Betapa banyak tempelan yang campur aduk antara juktaposisi dan intertekstualitas scene. Kesunyian New York, keramaian Jakarta. Café di Brooklyn, kedai kopi di Jogja. Liburan ala turis berkoper, liburan ala turis beransel. Trian pengusaha muda, Rangga pengusaha kafe kecil dan penulis serabutan. Diceritakan bahwa selera seni kelas urban metropolis tertanam dalam identitas Cinta dan Rangga. Bahwa pegiat kesenian bisa tampak sangat fancy dan kekinian.
Rangga yang menghubungi Cinta melalui Line juga mengganggu. Terlepas dari ingatan atas mini drama AADC 2, saya ragu Line lebih populer untuk urban New York ketimbang WhatsApp. Adegan yang bermuatan kritik, soal kenaikan gaji karyawan kedai kopi dan pilihan atas capres 2014 justru membuat saya menilai pandangan anti kemapanan dan sikap politik Rangga agak ambigu. Dialog terbatas. Hanya ingin menjadi penanda Rangga belum benar-benar tercerabut dari tanah air dan idealismenya.

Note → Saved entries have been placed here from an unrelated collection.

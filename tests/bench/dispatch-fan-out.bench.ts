// dispatch.fan-out: a dispatch e-mailed to 10,000 members through the product's path — publish over HTTP, the
// pg-boss fan-out job writing the mail queue, the mail sender rendering each message and sending batches
// through the resend SDK to the local mail fake — timed from the publish request to the last message accepted.
// Ratio (the measure) = our delivered messages per second ÷ the mail fake's raw batch-acceptance rate in
// the same run: the same number of messages as pre-built payloads, the same batch size and calls in flight, no
// database and no rendering — how close the whole path comes to what the mail service itself can take. Each
// round's raw run is measured right beside that round's fan-out, so both meet the same load on a shared machine.
// Beside it, a same-work bare loop without the machinery: the same recipients query, the same per-member data
// rows written to a plain table in one transaction, the same template rendered per message (through the same
// renderer), the same batch calls (size, idempotency key, concurrency) through the same SDK to the same fake,
// each batch marked sent in its own commit, on the same cluster (same durability). The web process's latency is
// probed throughout. As `npm start` runs them, the web app (here with the mail fake beside it) and the worker
// (fan-out job and mail sender, `npm run worker`) are separate processes; the detail reports each one's CPU time.
import type { ChildProcess } from 'node:child_process';
import { mkdtempSync, readFileSync, readdirSync } from 'node:fs';
import type { Server } from 'node:http';
import os from 'node:os';
import path from 'node:path';
import pg from 'pg';
import pino from 'pino';
import request from 'supertest';
import { Resend } from 'resend';
import { loadConfig } from '../../server/config';
import { createApp } from '../../server/app';
import { createDb } from '../../server/db/client';
import { createJobs } from '../../server/jobs';
import { createMailerFromConfig, createStripeFromConfig } from '../../server/deps';
import { DEMO_PASSWORD, seedDemoAccounts } from '../../server/demo/accounts';
import { createMailFake } from '../../fakes/mail/server';
import { spawnWorkerProcess } from '../setup/worker-process';
import { renderEmail } from '../../emails/render';
import { resolveRecipients } from '../../server/modules/dispatches/audience';
import { listUnsubscribeHeaders, unsubscribeUrls } from '../../server/modules/dispatches/dispatch-sending';
import { campaigns, tiers } from '../../server/modules/campaigns/campaigns.tables';
import { median, type Benchmark } from './harness';

const N = 10_000;
/** Members of the warm-up dispatch: its round loads and compiles the worker's code paths, like the renders below. */
const WARM_UP = 200;
const TITLE = 'Ten thousand backers: the sail at full stretch';

function percentile(values: number[], p: number): number {
  const s = [...values].sort((a, b) => a - b);
  return s[Math.min(s.length - 1, Math.floor((p / 100) * s.length))] ?? NaN;
}

/** GETs a public page one request after another until stopped; returns each latency in ms. */
function probeLatency(url: string) {
  const times: number[] = [];
  let running = true;
  const done = (async () => {
    while (running) {
      const t0 = performance.now();
      const res = await fetch(url);
      await res.arrayBuffer();
      if (!res.ok) throw new Error(`probe answered ${res.status}`);
      times.push(performance.now() - t0);
      await new Promise((r) => setTimeout(r, 20));
    }
  })();
  return {
    stop: async () => {
      running = false;
      await done;
      return times;
    },
  };
}
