// Sky watch: visible passes for 10 days at one place, against a bare 1-second satellite.js loop over the same
// span that finds the same passes (elevation every second; Sun and shadow only while the craft is above 10°).
import { ecfToLookAngles, eciToEcf, gstime, propagate } from 'satellite.js';
import { findVisiblePasses, isSunlit, sunAltitudeDeg, type Observer } from '../../shared/orbit/passes';
import { createSatrec } from '../../shared/orbit/sgp4-altitude';
import { simulateTern1 } from '../../shared/orbit/simulate';
import { writeTle } from '../../shared/orbit/tle-write';
import { median, type Benchmark } from './harness';

function bareLoop(satrec: ReturnType<typeof createSatrec>, o: Observer, fromMs: number, toMs: number) {
  const geo = { latitude: (o.latitudeDeg * Math.PI) / 180, longitude: (o.longitudeDeg * Math.PI) / 180, height: 0 };
  const starts: number[] = [];
  let inPass = false;
  for (let t = fromMs; t <= toMs; t += 1000) {
    const d = new Date(t);
    const pv = propagate(satrec, d);
    let vis = false;
    if (pv) {
      const el = (ecfToLookAngles(geo, eciToEcf(pv.position, gstime(d))).elevation * 180) / Math.PI;
      vis = el > 10 && sunAltitudeDeg(o, t) < -6 && isSunlit(satrec, t);
    }
    if (vis && !inPass) starts.push(t);
    inPass = vis;
  }
  return starts;
}

export const benchmarks: Benchmark[] = [
  {
    id: 'sky-watch.passes',
    goal: 0.05,
    better: 'lower',
    run: async ({ log }) => {
      const sets = simulateTern1().sets;
      const last = sets[sets.length - 1]!;
      const satrec = createSatrec(writeTle(last));
      // Tern-1's newest simulated set (late November) seen from a southern mid-latitude site, where its orbit gives
      // visible passes in the evening and morning twilight.
      const observer = { latitudeDeg: -41.3, longitudeDeg: 174.8 };
      const fromMs = last.epochMs,
        toMs = fromMs + 10 * 86_400_000;
      const oursTimes: number[] = [],
        bareTimes: number[] = [],
        ratios: number[] = [];
      let ours = findVisiblePasses({ satrec, observer, fromMs, toMs });
      let bare = bareLoop(satrec, observer, fromMs, toMs);
      for (let k = 0; k < 5; k++) {
        let t = performance.now();
        ours = findVisiblePasses({ satrec, observer, fromMs, toMs });
        oursTimes.push(performance.now() - t);
        t = performance.now();
        bare = bareLoop(satrec, observer, fromMs, toMs);
        bareTimes.push(performance.now() - t);
        ratios.push(oursTimes[k]! / bareTimes[k]!);
        log(`round ${k + 1}: ours ${oursTimes[k]!.toFixed(1)} ms, bare ${bareTimes[k]!.toFixed(0)} ms`);
      }
      const same = ours.length === bare.length && ours.every((p, i) => Math.abs(p.start.atMs - bare[i]!) <= 1000);
      if (!same) throw new Error(`the two searches disagree: ours ${ours.length} passes, the 1-second loop ${bare.length}`);
      return {
        ratio: median(ratios),
        detail: `10 days at one place, ${ours.length} visible passes found by both (starts within 1 s): ours ${median(oursTimes).toFixed(1)} ms vs 1-second loop ${median(bareTimes).toFixed(0)} ms (median of 5 alternating rounds after a warm-up)`,
      };
    },
  },
];
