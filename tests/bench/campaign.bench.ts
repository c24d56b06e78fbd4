// campaign.read: the public campaign endpoint of the full app (sessions, helmet, logging, CSRF, the 3 s
// read cache) against a bare Express + pg handler running the same one-row query, under 50 connections.
import type { Server } from 'node:http';
import type { AddressInfo } from 'node:net';
import autocannon from 'autocannon';
import express from 'express';
import pg from 'pg';
import { loadConfig } from '../../server/config';
import { createApp } from '../../server/app';
import { createDb } from '../../server/db/client';
import { createMailerFromConfig, createStripeFromConfig } from '../../server/deps';
import { seedDemoAccounts } from '../../server/demo/accounts';
import { campaignSeeder } from '../../server/demo/campaign-seed';
import { campaignReadSql } from '../../server/modules/campaigns/campaign-read.sql';
import type { Benchmark } from './harness';

const CONNECTIONS = 50;
const DURATION_S = 6;

function listen(app: express.Express): Promise<{ server: Server; url: string }> {
  return new Promise((resolve) => {
    const server = app.listen(0, '127.0.0.1', () => resolve({ server, url: `http://127.0.0.1:${(server.address() as AddressInfo).port}` }));
  });
}

async function load(url: string, seconds = DURATION_S) {
  const r = await autocannon({ url, connections: CONNECTIONS, duration: seconds, pipelining: 1 });
  return { rps: r.requests.average, errors: r.errors + r.timeouts + r.non2xx, p99: r.latency.p99 };
}

export const benchmarks: Benchmark[] = [
  {
    id: 'campaign.read',
    goal: 0.5,
    better: 'higher',
    run: async ({ pgAdminUrl, pgTemplate, log }) => {
      const dbName = `bench_campaign_${process.pid}`;
      const admin = new pg.Client({ connectionString: pgAdminUrl });
      await admin.connect();
      await admin.query(`DROP DATABASE IF EXISTS ${dbName}`);
      await admin.query(`CREATE DATABASE ${dbName} TEMPLATE ${pgTemplate}`);
      const url = pgAdminUrl.replace(/\/[^/]*$/, `/${dbName}`);
      const closers: Array<() => Promise<unknown>> = [];
      try {
        const env = {
          NODE_ENV: 'development', // production refuses the local secrets and fakes
          LOG_LEVEL: 'silent',
          DATABASE_URL: url,
          PUBLIC_URL: 'http://127.0.0.1:3999',
          STRIPE_API_BASE_URL: 'http://127.0.0.1:9',
        };
        const { db, pool } = createDb(url, { max: 20 });
        pool.on('error', () => undefined); // the final DROP … WITH (FORCE) ends idle connections
        closers.push(() => pool.end());
        const config = loadConfig(env);
        const accountIds = await seedDemoAccounts(db);
        await campaignSeeder.run({ db, config, log: () => undefined, accountIds });

        const ours = await listen(
          createApp({ db, pool, config, mailer: createMailerFromConfig(config), stripe: createStripeFromConfig(config) }),
        );
        closers.push(() => new Promise((r) => ours.server.close(r)));
        const uncachedConfig = loadConfig({ ...env, CAMPAIGN_CACHE_MS: '0' });
        const uncached = await listen(
          createApp({
            db,
            pool,
            config: uncachedConfig,
            mailer: createMailerFromConfig(uncachedConfig),
            stripe: createStripeFromConfig(uncachedConfig),
          }),
        );
        closers.push(() => new Promise((r) => uncached.server.close(r)));

        const barePool = new pg.Pool({ connectionString: url, max: 20 });
        barePool.on('error', () => undefined);
        closers.push(() => barePool.end());
        const bareApp = express();
        bareApp.get('/api/campaigns/:slug', async (req, res) => {
          const r = await barePool.query(campaignReadSql, [req.params.slug]);
          if (!r.rows[0]) return void res.status(404).json({ error: 'not found' });
          res.json({ campaign: r.rows[0].campaign });
        });
        const bare = await listen(bareApp);
        closers.push(() => new Promise((r) => bare.server.close(r)));

        const path = '/api/campaigns/tern-1';
        for (const u of [ours.url, uncached.url, bare.url]) {
          const res = await fetch(u + path);
          if (res.status !== 200) throw new Error(`${u}${path} answered ${res.status}`);
          await load(u + path, 1); // warm-up
        }
        const b = await load(bare.url + path);
        const o = await load(ours.url + path);
        const n = await load(uncached.url + path);
        log(`bare express+pg: ${b.rps.toFixed(0)} req/s (p99 ${b.p99} ms, ${b.errors} errors)`);
        log(`lightkeel (3 s cache): ${o.rps.toFixed(0)} req/s (p99 ${o.p99} ms, ${o.errors} errors)`);
        log(`lightkeel (no cache): ${n.rps.toFixed(0)} req/s (p99 ${n.p99} ms, ${n.errors} errors)`);
        if (o.errors + b.errors + n.errors > 0)
          throw new Error(`errors under load: ours ${o.errors}, uncached ${n.errors}, bare ${b.errors}`);
        return {
          ratio: o.rps / b.rps,
          detail: `${CONNECTIONS} conns × ${DURATION_S} s: ours ${o.rps.toFixed(0)} rps vs bare ${b.rps.toFixed(0)} rps; without the read cache ${n.rps.toFixed(0)} rps (${(n.rps / b.rps).toFixed(2)}×); 0 errors`,
        };
      } finally {
        for (const c of closers.reverse()) await c().catch(() => undefined);
        await admin.query(`DROP DATABASE IF EXISTS ${dbName} WITH (FORCE)`).catch(() => undefined);
        await admin.end();
      }
    },
  },
];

Berkaitan dengan sastra, mengingat AADC mampu mendekonstruksi puisi yang tadinya terkesan adiluhung dan njelimet lalu menjelma menjadi materi populer romansa remaja, AADC 2 belum mampu mendekonstruksi puisi menjadi ruang kontemplasi yang esensial bagi konflik batin dua orang dewasa. Muaranya, AADC 2 berhasil menempatkan seni dan sastra untuk kegenitan, hiburan kaum turis, dan ruang untuk melakukan trik “modus” pada mantan. AADC 2 mengukuhkan Jogja sebagai kota seni budaya yang eksotis untuk dua sejoli modern, yang tengah disergap romantisme kenangan. Selamat menonton!

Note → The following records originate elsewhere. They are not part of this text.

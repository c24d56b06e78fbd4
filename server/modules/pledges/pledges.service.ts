import { and, desc, eq, inArray, isNull, or, sql } from 'drizzle-orm';
import Stripe from 'stripe';
import type { Logger } from 'pino';
import type { Db } from '../../db/client';
import type { Config } from '../../config';
import { pledges } from './pledges.tables';
import { campaigns, tiers } from '../campaigns/campaigns.tables';
import { ledgerEntries } from '../ledger/ledger.tables';
import { lockPledge, markAbandoned, type PledgeRow, type Tx } from './pledge-ledger';
import { isMissing, processorUnavailable, type Processor } from '../payments/processor';
import type { CampaignsService } from '../campaigns/campaigns.service';
import { AppError, badRequest, conflict, notFound } from '../../errors';
import { formatMoney } from '../../../shared/money';
import { NO_GIFT_LABEL, type CreatePledgeInput, type PaymentView, type PledgeView } from '../../../shared/schemas/campaign';

type Account = { id: string; email: string; displayName: string };

/** How often a repeated submit looks whether the first one has opened the checkout. */
const CHECKOUT_POLL_MS = 40;

export const pledgeNotFound = () => notFound('pledges.not_found', 'There is no such pledge in your account.');

function isUniqueViolation(err: unknown) {
  const e = err as { code?: string; cause?: { code?: string } };
  return e?.code === '23505' || e?.cause?.code === '23505';
}
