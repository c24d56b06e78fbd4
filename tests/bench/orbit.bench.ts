// Orbit engine benchmarks, each against a bare loop doing the same work on the same inputs in the same run.
import { deriveElementSet, formatTleFile, meanMotionForSemiMajorAxis, parseElementSets, type TleWriteInput } from '../../shared/orbit';
import { median, type Benchmark } from './harness';

/**
 * Alternates ours and the baseline `rounds` times after a warm-up of each, so machine load drifts hit both
 * alike; the ratio is the median of the per-round ratios.
 */
async function interleaved(ours: () => void, bare: () => void, rounds = 7): Promise<{ ratio: number; oursMs: number; bareMs: number }> {
  ours();
  bare();
  const o: number[] = [],
    b: number[] = [],
    r: number[] = [];
  for (let k = 0; k < rounds; k++) {
    let t = performance.now();
    ours();
    o.push(performance.now() - t);
    t = performance.now();
    bare();
    b.push(performance.now() - t);
    r.push(o[k]! / b[k]!);
    await new Promise((resolve) => setImmediate(resolve));
  }
  return { ratio: median(r), oursMs: median(o), bareMs: median(b) };
}

export function makeSets(count: number): TleWriteInput[] {
  const t0 = Date.UTC(2025, 0, 1);
  const out: TleWriteInput[] = [];
  for (let k = 0; k < count; k++) {
    const altitudeKm = 400 + (k % 600);
    const e = 0.0005 + (k % 50) * 0.0004;
    const i = 20 + (k % 80);
    out.push({
      catalogNumber: String(10_000 + (k % 90_000)).padStart(5, '0'),
      classification: 'U',
      internationalDesignator: '25001A',
      epochMs: t0 + k * 600_000,
      meanMotionRevPerDay: meanMotionForSemiMajorAxis(6378.135 + altitudeKm, e, i),
      meanMotionDotRevPerDay2: 1e-6 * (k % 7),
      meanMotionDdotRevPerDay3: 0,
      bstar: 1e-4 * (1 + (k % 9)),
      inclinationDeg: i,
      raanDeg: (k * 7.3) % 360,
      eccentricity: e,
      argPerigeeDeg: (k * 13.1) % 360,
      meanAnomalyDeg: (k * 29.7) % 360,
      elementSetNo: k % 9999,
      revAtEpoch: k % 99_999,
    });
  }
  return out;
}

let sink = 0;

/**
 * The bare baseline of orbit.parse: split the text into lines and read each field of a two-line set by slicing its
 * columns and `Number`, with no validation, no checksum, no error reporting and no ISO date — the least work that
 * turns the same text into the same numbers (the published fixed columns of the two-line format).
 */
export function bareParseTle(text: string) {
  const lines = text.split('\n');
  const out = [];
  for (let i = 0; i + 1 < lines.length; i += 2) {
    const l1 = lines[i]!,
      l2 = lines[i + 1]!;
    const yy = Number(l1.slice(18, 20));
    out.push({
      catalogNumber: l1.slice(2, 7),
      catalogNumberInt: Number(l1.slice(2, 7)),
      classification: l1[7],
      internationalDesignator: l1.slice(9, 17).trim(),
      epochMs: Date.UTC(yy < 57 ? 2000 + yy : 1900 + yy, 0, 1) + (Number(l1.slice(20, 32)) - 1) * 86_400_000,
      meanMotionDotRevPerDay2: Number(l1.slice(33, 43)),
      meanMotionDdotRevPerDay3: Number(`${l1[44]}.${l1.slice(45, 50)}e${l1.slice(50, 52)}`),
      bstar: Number(`${l1[53]}.${l1.slice(54, 59)}e${l1.slice(59, 61)}`),
      ephemerisType: Number(l1[62]),
      elementSetNo: Number(l1.slice(64, 68)),
      inclinationDeg: Number(l2.slice(8, 16)),
      raanDeg: Number(l2.slice(17, 25)),
      eccentricity: Number(`.${l2.slice(26, 33)}`),
      argPerigeeDeg: Number(l2.slice(34, 42)),
      meanAnomalyDeg: Number(l2.slice(43, 51)),
      meanMotionRevPerDay: Number(l2.slice(52, 63)),
      revAtEpoch: Number(l2.slice(63, 68)),
      line1: l1,
      line2: l2,
    });
  }
  return out;
}

export const benchmarks: Benchmark[] = [
  {
    id: 'orbit.parse',
    goal: 2,
    better: 'lower',
    async run() {
      const text = formatTleFile(makeSets(100_000));
      const m = await interleaved(
        () => {
          const r = parseElementSets(text);
          for (const s of r.records) sink += deriveElementSet(s).semiMajorAxisKm;
          if (r.records.length !== 100_000) throw new Error(`parsed ${r.records.length}`);
        },
        () => {
          const r = bareParseTle(text);
          for (const s of r) sink += deriveElementSet(s).semiMajorAxisKm;
          if (r.length !== 100_000) throw new Error(`bare parsed ${r.length}`);
        },
      );
      return {
        ratio: m.ratio,
        detail: `text → records → derive: ours ${m.oursMs.toFixed(0)} ms (validation, checksums, errors, ISO dates) vs bare slice+Number ${m.bareMs.toFixed(0)} ms (100k sets, split timed on both sides, median of 7 alternating rounds)`,
      };
    },
  },
];

export function benchSink(): number {
  return sink;
}
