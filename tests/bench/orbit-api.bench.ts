// Orbit desk benchmarks: our upload → preview → import path and the trend endpoint, each against a bare
// baseline on the same rows in the same run.
import { pipeline } from 'node:stream/promises';
import { Readable } from 'node:stream';
import pg from 'pg';
import type { ChildProcess } from 'node:child_process';
import { spawnWorkerProcess } from '../setup/worker-process';
import pino from 'pino';
import request from 'supertest';
import { from as copyFrom } from 'pg-copy-streams';
import { createApp } from '../../server/app';
import { loadConfig } from '../../server/config';
import { createDb } from '../../server/db/client';
import { createJobs, type Jobs, type QueueDefinition } from '../../server/jobs';
import { elementSetIngestFailedQueue, elementSetIngestQueue } from '../../server/jobs/element-set-ingest';
import { createMailerFromConfig, createStripeFromConfig } from '../../server/deps';
import { DEMO_PASSWORD, seedDemoAccounts } from '../../server/demo/accounts';
import { writeTle, type TleWriteInput } from '../../shared/orbit/tle-write';
import { deriveElementSet } from '../../shared/orbit/derived';
import { bareParseTle } from './orbit.bench';
import { createBenchDatabase, median, type BenchContext, type Benchmark } from './harness';

const DAY_MS = 86_400_000;

function sets(count: number, catalog: number): TleWriteInput[] {
  const out: TleWriteInput[] = [];
  for (let i = 0; i < count; i++) {
    const day = i * 0.01;
    out.push({
      catalogNumber: String(catalog).padStart(5, '0'),
      catalogNumberInt: catalog,
      classification: 'U',
      internationalDesignator: '25951C',
      epochMs: Date.UTC(2020, 0, 1) + day * DAY_MS,
      meanMotionRevPerDay: 14.3266 - day * 2e-6 + 1e-6 * Math.sin(i),
      meanMotionDotRevPerDay2: 2.5e-6,
      meanMotionDdotRevPerDay3: 0,
      bstar: 2.1e-3,
      inclinationDeg: 98.52,
      raanDeg: (40 + day) % 360,
      eccentricity: 0.0002 + 1e-5 * Math.sin(i / 50),
      argPerigeeDeg: (90 + i) % 360,
      meanAnomalyDeg: (270 + 7 * i) % 360,
      elementSetNo: (i % 999) + 1,
      revAtEpoch: (12000 + Math.round(day * 14.3)) % 100000,
    });
  }
  return out;
}
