describe('card fee', () => {
  it('is 2.9 % + 30¢ with the percentage rounded half up to a cent', () => {
    // The processor's US card pricing (REFERENCES.md §7).
    expect(cardFeeMinor(5000)).toBe(175);
    expect(cardFeeMinor(1050)).toBe(60); // 30.45 → 30, + 30
    expect(cardFeeMinor(1550)).toBe(75); // 44.95 → 45, + 30
    expect(cardFeeMinor(50)).toBe(31); // 1.45 → 1, + 30
    expect(cardFeeMinor(0)).toBe(30);
    expect(() => cardFeeMinor(10.5)).toThrow(/integer/);
  });
});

- [CERPEN]Kunjungan Para Ki Sanak - 29/05/2016
- A-Z untuk Dagangan #AADC2 - 03/05/2016
mungkin mereka tidak menyadari cincin pertunangan Cinta karena cincin itu terlalu kecil dan remeh, mengingat Cinta bertunangan dengan pengusaha muda yang perlente.
otherwise, saya setuju kalau AADC2 ini dieksekusi terlalu terburu-buru hanya demi menuruti selera dan tuntutan pecintanya yang ingin bernostalgia.
beruntungnya, mereka memiliki pemain yang berkualitas dan telah memiliki chemistry satu sama lain. film ini menghibur (dan membaperkan) namun jelas masih banyak celah. seperti misalnya, bagaimana bisa Cinta yang ‘diculik’ seharian masih erlihat flawless tak berkeringat tak berpori-pori di tengah panasnya jogja. it’s either they use ryanogilvy or DiSastr really is a goddess!